Die Daten dürften den Streit zwischen den Befürwortern einer Leitzinserhöhung innerhalb der Federal Reserve und jenen, die die Zinsen unverändert lassen wollen, kaum entscheiden, vermutet Diane Swonk, Chefökonomin bei KPMG. Erschwert wird die Analyse der Teuerung durch die Tatsache, dass die amerikanische Notenbank sich stärker an einem anderen Inflationsmaßstab orientiert: Der Preisindex für Konsumausgaben (PCE) lag im Juni 3,7 Prozent höher als vor einem Jahr; die Kernrate ohne Energie und Lebensmittel lag 3,3 Prozent höher.
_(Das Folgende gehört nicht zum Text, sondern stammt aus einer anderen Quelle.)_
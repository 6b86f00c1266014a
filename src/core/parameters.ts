/**
 * The rules the core's parameters follow, each written once with its wording. The option table
 * (src/options/table.ts) builds the command-line flags, the config file and the library's checks
 * from these same rules, so a value is accepted or refused with the same words wherever it comes
 * from; the core itself checks them only to catch programming errors (a RangeError is a bug).
 */

/** A rule a value must follow, and what a valid value is in words ("must be <expected>"). */
export interface Rule<T> {
  readonly accept: (value: T) => boolean;
  readonly expected: string;
  /** Why this value in particular is refused, when the rule can say more than `expected`. */
  readonly reason?: (value: T) => string | undefined;
}

/** The one sentence of a refusal: "must be <expected>", and the particular reason when there is one. */
export function refusal<T>(rule: Rule<T>, value: T): string {
  const reason = rule.reason?.(value);
  return `must be ${rule.expected}${reason === undefined ? "" : ` (${reason})`}`;
}

/** Bounds of a number: each end open (gt, lt) or closed (gte, lte), or absent. */
export interface NumberRange {
  readonly gt?: number;
  readonly gte?: number;
  readonly lt?: number;
  readonly lte?: number;
}

/** A finite number within `range`, worded from the range ("a number strictly between 0 and 1"). */
export function numberRule(range: NumberRange = {}): Rule<number> {
  const { gt, gte, lt, lte } = range;
  return {
    accept: (x) =>
      Number.isFinite(x) &&
      (gt === undefined || x > gt) &&
      (gte === undefined || x >= gte) &&
      (lt === undefined || x < lt) &&
      (lte === undefined || x <= lte),
    expected: describeRange(range),
  };
}

function describeRange({ gt, gte, lt, lte }: NumberRange): string {
  const low = gt ?? gte;
  const high = lt ?? lte;
  if (low !== undefined && high !== undefined) {
    if (gt !== undefined && lt !== undefined) return `a number strictly between ${low} and ${high}`;
    return `a number ${gt === undefined ? ">=" : ">"} ${low} and ${lt === undefined ? "<=" : "<"} ${high}`;
  }
  if (gt === 0) return "a positive number";
  if (low !== undefined) return `a number ${gt === undefined ? ">=" : ">"} ${low}`;
  if (high !== undefined) return `a number ${lt === undefined ? "<=" : "<"} ${high}`;
  return "a number";
}

/** A whole number from `minimum` to `maximum` (both included). */
export function integerRule(minimum: number, maximum: number): Rule<number> {
  return {
    accept: (x) => Number.isInteger(x) && x >= minimum && x <= maximum,
    expected: `a whole number from ${minimum} to ${maximum}`,
  };
}

/** Defaults of the core's parameters (the option table's defaults are these). */
export const defaultWeight = 0.5;
export const defaultSteps = 11;
export const defaultConfidence = 0.95;
/** Seed of the random streams. */
export const defaultSeed = 1;
/** Mean block length of the bootstrap: chosen from the data (Politis-White). */
export const defaultBlockLength = "auto";
/** Bootstrap replicates when a bootstrap is asked for without a number. */
export const defaultReplicates = 2000;

/** The fewest aligned observations the moments and the CAPM fits need. */
export const minimumObservations = 3;

/** The largest candidate grid: a limit on output size (each candidate is a row), not a numerical one. */
export const maximumSteps = 100_000;

/** The largest number of bootstrap replicates (each keeps its draws in memory). */
export const maximumReplicates = 10_000_000;

/** The core's parameters and their rules. */
export const parameters = {
  /** w, the weight of the low book in the market proxy M = w low + (1 - w) high. */
  weight: numberRule({ gt: 0, lt: 1 }),
  /** Confidence level of an interval. */
  confidence: numberRule({ gt: 0, lt: 1 }),
  /** Candidates in the grid, end points included. */
  steps: integerRule(2, maximumSteps),
  /** Bootstrap replicates (0: no bootstrap). */
  replicates: integerRule(0, maximumReplicates),
  /** Mean block length of the stationary bootstrap. */
  blockLength: numberRule({ gte: 1 }),
  /** A seed of the random streams. */
  seed: integerRule(0, Number.MAX_SAFE_INTEGER),
  /** A fixed Bartlett lag truncation. */
  hacLags: integerRule(0, 100_000),
  /** A structural beta of the low book (the high one is positive when it is below 1/w). */
  lowBeta: numberRule({ gt: 0 }),
  /** The latent factor's standard deviation per period. */
  factorVol: numberRule({ gt: 0 }),
  /** A mean per period. */
  mean: numberRule(),
  /** A noise standard deviation per period. */
  noiseVol: numberRule({ gte: 0 }),
  /** Periods of a simulated sample. */
  periods: integerRule(1, 100_000_000),
  /** Degrees of freedom of Student t innovations (finite variance needs more than 2). */
  tails: numberRule({ gt: 2 }),
  /** AR(1) coefficient of the noises (stationary). */
  noiseAr: numberRule({ gt: -1, lt: 1 }),
  /** Rows of a rolling window, or of the first expanding one (the moments need at least three). */
  windowLength: integerRule(minimumObservations, 100_000_000),
  /** Rows between consecutive windows. */
  windowStep: integerRule(1, 100_000_000),
} as const satisfies Record<string, Rule<number>>;

export type ParameterName = keyof typeof parameters;

/** Throws a RangeError (a programming error) when `value` breaks the rule of `name`. */
export function assertParameter(where: string, name: ParameterName, value: number): void {
  const rule = parameters[name];
  if (!rule.accept(value)) throw new RangeError(`${where}: ${name} must be ${rule.expected}, got ${value}`);
}
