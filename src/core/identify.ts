/**
 * The identified set of the one-factor model and the structure at any point of it.
 *
 * Model: R_i = a_i + b_i F + e_i (i = low, high), Var F = phi, Var e_i = s_i, F, e_low, e_high mutually
 * uncorrelated; market proxy M = w R_low + (1 - w) R_high with w b_low + (1 - w) b_high = 1.
 * Back-solution at a given b_low (docs/methods.md §1.1):
 *   b_high = (1 - w b_low) / (1 - w), phi = C / (b_low b_high),
 *   s_low = V_low - b_low C / b_high,  s_high = V_high - b_high C / b_low.
 * Non-negative noise gives the identified set (section 1.2):
 *   C / ((1 - w) V_high + w C) <= b_low <= V_low / (w V_low + (1 - w) C).
 * All inputs are moments of excess returns with one divisor (n - 1 for samples; population moments
 * for `implied`). Bounds and betas do not depend on the divisor; variances scale with it.
 */

import type { Candidate, IdentifiedBounds } from "./types.js";

/** The sufficient statistics of the identified set: excess-return means and second moments. */
export interface MomentSummary {
  /** Weight of the low book in the market proxy, 0 < w < 1. */
  readonly weight: number;
  readonly lowMean: number;
  readonly highMean: number;
  readonly lowVariance: number;
  readonly highVariance: number;
  /** Covariance of low and high. */
  readonly covariance: number;
}

/** The summary of a solved sample's moments (what identifySet and structureAt take). */
export function summaryOfMoments(
  weight: number,
  moments: {
    readonly low: { readonly mean: number; readonly variance: number };
    readonly high: { readonly mean: number; readonly variance: number };
    readonly covariance: { readonly lowHigh: number };
  },
): MomentSummary {
  return {
    weight,
    lowMean: moments.low.mean,
    highMean: moments.high.mean,
    lowVariance: moments.low.variance,
    highVariance: moments.high.variance,
    covariance: moments.covariance.lowHigh,
  };
}

/** Second moments of the market proxy and the CAPM betas, all functions of the data only (section 1.5). */
export interface MarketMoments {
  readonly mean: number;
  readonly variance: number;
  readonly lowCovariance: number;
  readonly highCovariance: number;
  readonly lowCapmBeta: number;
  readonly highCapmBeta: number;
}

export function marketMoments(m: MomentSummary): MarketMoments {
  const w = m.weight;
  const v = 1 - w;
  const variance = w * w * m.lowVariance + 2 * w * v * m.covariance + v * v * m.highVariance;
  const lowCovariance = w * m.lowVariance + v * m.covariance;
  const highCovariance = w * m.covariance + v * m.highVariance;
  return {
    mean: w * m.lowMean + v * m.highMean,
    variance,
    lowCovariance,
    highCovariance,
    lowCapmBeta: lowCovariance / variance,
    highCapmBeta: highCovariance / variance,
  };
}

/** b_high from b_low under the normalisation w b_low + (1 - w) b_high = 1. */
export function highBetaFromLow(lowBeta: number, weight: number): number {
  return (1 - weight * lowBeta) / (1 - weight);
}

/** b_low from the loading ratio t = b_high / b_low (section 1.3). */
export function lowBetaFromRatio(ratio: number, weight: number): number {
  return 1 / (weight + (1 - weight) * ratio);
}

/**
 * Bounds of the identified set. Requires covariance > 0 (the caller reports the rejection otherwise).
 * The factor variance phi = C / (b_low b_high) is smallest where b_low b_high peaks, at b_low = 1/(2w)
 * when that lies in the set, and largest at the endpoint with the smaller product (section 1.5).
 */
export function identifiedBounds(m: MomentSummary): IdentifiedBounds {
  const w = m.weight;
  const c = m.covariance;
  const lowerDenominator = (1 - w) * m.highVariance + w * c;
  const upperDenominator = w * m.lowVariance + (1 - w) * c;
  const lower = c / lowerDenominator;
  const upper = Math.max(lower, m.lowVariance / upperDenominator);
  // b_high at the two ends in closed form: 1 - w b_low cancels badly when C is tiny next to V_low.
  const highAtUpper = Math.min(c / upperDenominator, m.highVariance / lowerDenominator);
  const highAtLower = m.highVariance / lowerDenominator;
  const phiAt = (b: number, h: number): number => c / (b * h);
  const peak = Math.min(Math.max(1 / (2 * w), lower), upper);
  return {
    lowBeta: { min: lower, max: upper },
    highBeta: { min: highAtUpper, max: highAtLower },
    factorVariance: {
      min: phiAt(peak, highBetaFromLow(peak, w)),
      max: Math.max(phiAt(lower, highAtLower), phiAt(upper, highAtUpper)),
    },
  };
}

/**
 * Noise variances within this fraction of the book's variance of zero are rounding noise at an
 * endpoint of the set (where they are exactly 0 in exact arithmetic) and are reported as 0.
 */
const roundingFraction = 1e-12;

const snap = (value: number, scale: number): number => (Math.abs(value) <= roundingFraction * scale ? 0 : value);

/**
 * The structure at a given low structural beta, with what it implies for the CAPM regressions.
 * Defined for 0 < b_low < 1/w (both structural betas positive); `insideSet` says whether both noise
 * variances are non-negative. `capmBetas` are the observed CAPM betas, used for the expected alphas.
 * `highBeta` may be passed when it is known more accurately than 1 - w b_low allows (at the bounds).
 */
export function structureAt(
  lowBeta: number,
  m: MomentSummary,
  capmBetas = marketMoments(m),
  highBeta = highBetaFromLow(lowBeta, m.weight),
): Candidate {
  const w = m.weight;
  const v = 1 - w;
  const c = m.covariance;
  const phi = c / (lowBeta * highBeta);
  const sLow = snap(m.lowVariance - (lowBeta * c) / highBeta, m.lowVariance);
  const sHigh = snap(m.highVariance - (highBeta * c) / lowBeta, m.highVariance);
  // Forward: the moments this structure implies, and the CAPM regression on its market proxy.
  const lowVar = lowBeta * lowBeta * phi + sLow;
  const highVar = highBeta * highBeta * phi + sHigh;
  const marketVar = phi + w * w * sLow + v * v * sHigh;
  // V_low V_high - C^2 expanded without cancellation: b_l^2 phi s_h + b_h^2 phi s_l + s_l s_h.
  const determinant = lowBeta * lowBeta * phi * sHigh + highBeta * highBeta * phi * sLow + sLow * sHigh;
  const lambda = capmBetas.mean;
  const expectedLowAlpha = (lowBeta - capmBetas.lowCapmBeta) * lambda;
  const sharpe = (beta: number, variance: number): number | null => (variance > 0 ? (beta * lambda) / Math.sqrt(variance) : null);
  return {
    lowBeta,
    highBeta,
    factorVariance: phi,
    lowNoiseVariance: sLow,
    highNoiseVariance: sHigh,
    noiseShare: sLow + sHigh > 0 ? sLow / (sLow + sHigh) : null,
    lowFactorRSquared: (lowBeta * lowBeta * phi) / m.lowVariance,
    highFactorRSquared: (highBeta * highBeta * phi) / m.highVariance,
    impliedCapm: {
      lowBeta: (lowBeta * phi + w * sLow) / marketVar,
      highBeta: (highBeta * phi + v * sHigh) / marketVar,
      lowResidualVariance: (v * v * determinant) / marketVar,
      highResidualVariance: (w * w * determinant) / marketVar,
    },
    expectedLowAlpha,
    // w alpha_low + (1 - w) alpha_high = 0 identically (section 1.6); using it keeps the pair exact.
    expectedHighAlpha: (-w * expectedLowAlpha) / v,
    impliedLowSharpe: sharpe(lowBeta, lowVar),
    impliedHighSharpe: sharpe(highBeta, highVar),
    insideSet: sLow >= 0 && sHigh >= 0 && phi > 0,
  };
}

/** `steps` candidates with b_low evenly spaced over the set, both endpoints included exactly. */
export function candidateGrid(m: MomentSummary, bounds: IdentifiedBounds, steps: number): Candidate[] {
  const { lowBeta, highBeta } = bounds;
  const market = marketMoments(m);
  const grid: Candidate[] = [];
  for (let k = 0; k < steps; k++) {
    const last = k === steps - 1;
    const fraction = k / (steps - 1);
    // b_high is linear in b_low, so it is interpolated between its exact end values.
    const low = last ? lowBeta.max : lowBeta.min + (lowBeta.max - lowBeta.min) * fraction;
    const high = last ? highBeta.min : highBeta.max + (highBeta.min - highBeta.max) * fraction;
    grid.push(structureAt(low, m, market, high));
  }
  return grid;
}

/** Books correlated this closely (|correlation| >= 1 - 1e-12) are perfectly correlated: their set is one point. */
export const isPerfectCorrelation = (correlation: number): boolean => Math.abs(correlation) >= 1 - 1e-12;

/**
 * The identified set of perfectly correlated books: one point, the structure with no noise. With
 * V_low = b_low^2 phi and V_high = b_high^2 phi, the loading ratio is t = sqrt(V_high / V_low) and
 * b_low = 1 / (w + (1 - w) t) (section 1.3); phi = C / (b_low b_high). Both noise variances are 0 by
 * definition here (what the formulas of `structureAt` give in exact arithmetic), so rounding cannot
 * put the point a hair outside its own set.
 */
export function noiseFreePoint(m: MomentSummary): { bounds: IdentifiedBounds; structure: Candidate } {
  const ratio = Math.sqrt(m.highVariance) / Math.sqrt(m.lowVariance);
  const lowBeta = lowBetaFromRatio(ratio, m.weight);
  const highBeta = ratio * lowBeta;
  const at = structureAt(lowBeta, m, marketMoments(m), highBeta);
  const structure: Candidate = {
    ...at,
    lowNoiseVariance: 0,
    highNoiseVariance: 0,
    noiseShare: null,
    lowFactorRSquared: 1,
    highFactorRSquared: 1,
    impliedCapm: { lowBeta, highBeta, lowResidualVariance: 0, highResidualVariance: 0 },
    insideSet: true,
  };
  const phi = structure.factorVariance;
  return {
    bounds: { lowBeta: { min: lowBeta, max: lowBeta }, highBeta: { min: highBeta, max: highBeta }, factorVariance: { min: phi, max: phi } },
    structure,
  };
}

/**
 * b_low at which both noise variances are equal: the Deming (1943) orthogonal-regression slope with
 * error-variance ratio 1 (section 1.4), t = [V_h - V_l + sqrt((V_h - V_l)^2 + 4 C^2)] / (2 C).
 */
export function equalNoiseLowBeta(m: MomentSummary): number {
  const d = m.highVariance - m.lowVariance;
  const ratio = (d + Math.hypot(d, 2 * m.covariance)) / (2 * m.covariance);
  return lowBetaFromRatio(ratio, m.weight);
}
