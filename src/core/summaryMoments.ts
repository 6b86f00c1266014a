/**
 * The SampleMoments block (as `solve` reports it) from the sufficient statistics alone: the market
 * proxy's moments follow from those of the two books (docs/methods.md §1.5). Used where no series
 * pass is made: population moments (`implied`) and rolling windows.
 */

import { marketMoments, type MomentSummary } from "./identify.js";
import type { SampleMoments, SeriesMoments } from "./types.js";

function series(mean: number, variance: number): SeriesMoments {
  const stdev = Math.sqrt(variance);
  return { mean, variance, stdev, sharpeRatio: stdev > 0 ? mean / stdev : null };
}

/** Null when either variance is 0 (a constant series), where the correlation is undefined. */
const correlation = (covariance: number, a: number, b: number): number | null =>
  a > 0 && b > 0 ? covariance / (Math.sqrt(a) * Math.sqrt(b)) : null;

export function momentsFromSummary(summary: MomentSummary): SampleMoments {
  const market = marketMoments(summary);
  return {
    low: series(summary.lowMean, summary.lowVariance),
    high: series(summary.highMean, summary.highVariance),
    market: series(market.mean, market.variance),
    covariance: { lowHigh: summary.covariance, lowMarket: market.lowCovariance, highMarket: market.highCovariance },
    correlation: {
      lowHigh: correlation(summary.covariance, summary.lowVariance, summary.highVariance),
      lowMarket: correlation(market.lowCovariance, summary.lowVariance, market.variance),
      highMarket: correlation(market.highCovariance, summary.highVariance, market.variance),
    },
  };
}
Wird Energie wieder teurer?
Die leichte Entspannung von Juni zu Juli ist unter anderem gesunkenen Energiepreisen zu verdanken wegen eines temporären Waffenstillstands mit dem Iran. Danach sind die Kämpfe aber wieder aufgeflammt und könnten damit zu höheren Preisen bei der nächsten Inflationsermittlung führen. Swonk weist darauf hin, dass sich speziell raffinierte Erdölprodukte wie Diesel in vielen anderen Preisen niederschlagen. Ein ungewöhnlich heißer Juli dürfte überdies die Stromrechnungen nach oben treiben.
Unklar ist die Wirkung der Künstlichen Intelligenz auf die Preise: Sie hat eine enorme Nachfrage nach Rechen- und Datenzentrumskapazitäten entfacht. Das verteuert unter anderem Baumaterialien und technische Ausrüstung, die für den Ausbau dieser Infrastruktur benötigt werden. Zugleich macht sie Unternehmen produktiver und reduziert damit den Druck, Preise zu erhöhen.
Verwirrend sind überdies die Signale vom amerikanischen Arbeitsmarkt. Statt wie gewöhnlich zu wachsen, büßte er im Juli 23.000 Arbeitsplätze ein. Die Arbeitslosenquote sank aber trotzdem um einen Prozentpunkt auf 4,1 Prozent. Es sei ein Rückgang aus den falschen Gründen, schreibt Elise Gould vom Economic Policy Institute: Leute hätten sich aus dem Arbeitsmarkt zurückgezogen. Die Lohnsteigerung von 3,2 Prozent fiel schwächer aus als im Vormonat und zeigt laut Gould, dass die Arbeitnehmer keine große Verhandlungsmacht haben. Das signalisiert aber auch, dass vom Arbeitsmarkt kein großer Druck auf die Preise ausgeht.
Unklar ist allerdings auch, wie der Fed-Chef Kevin Warsh mit den Daten umgeht. Er hatte in der jüngsten Fed-Sitzung gesagt, dass singuläre Datenpunkte wie Monatsberichte über die Inflation keine große Bedeutung für seine Entscheidungsfindung haben – zumal er den Konjunkturdaten grundsätzlich misstraut.
Ein von ihm installiertes Expertengremium arbeitet an einer Modernisierung der Inflationsdaten. „Nun warten wir zwei Wochen auf die Konferenz der Federal Reserve Bank von Kansas City in Jackson Hole, um zu sehen, ob Präsident Warsh bereit ist, seine Karten auf den Tisch zu legen“, kommentiert John Kerschner von Janus Henderson Investors. Angesichts seiner Abneigung gegen Forward Guidance sei aber nur mit spärlichen Hinweisen zu rechnen.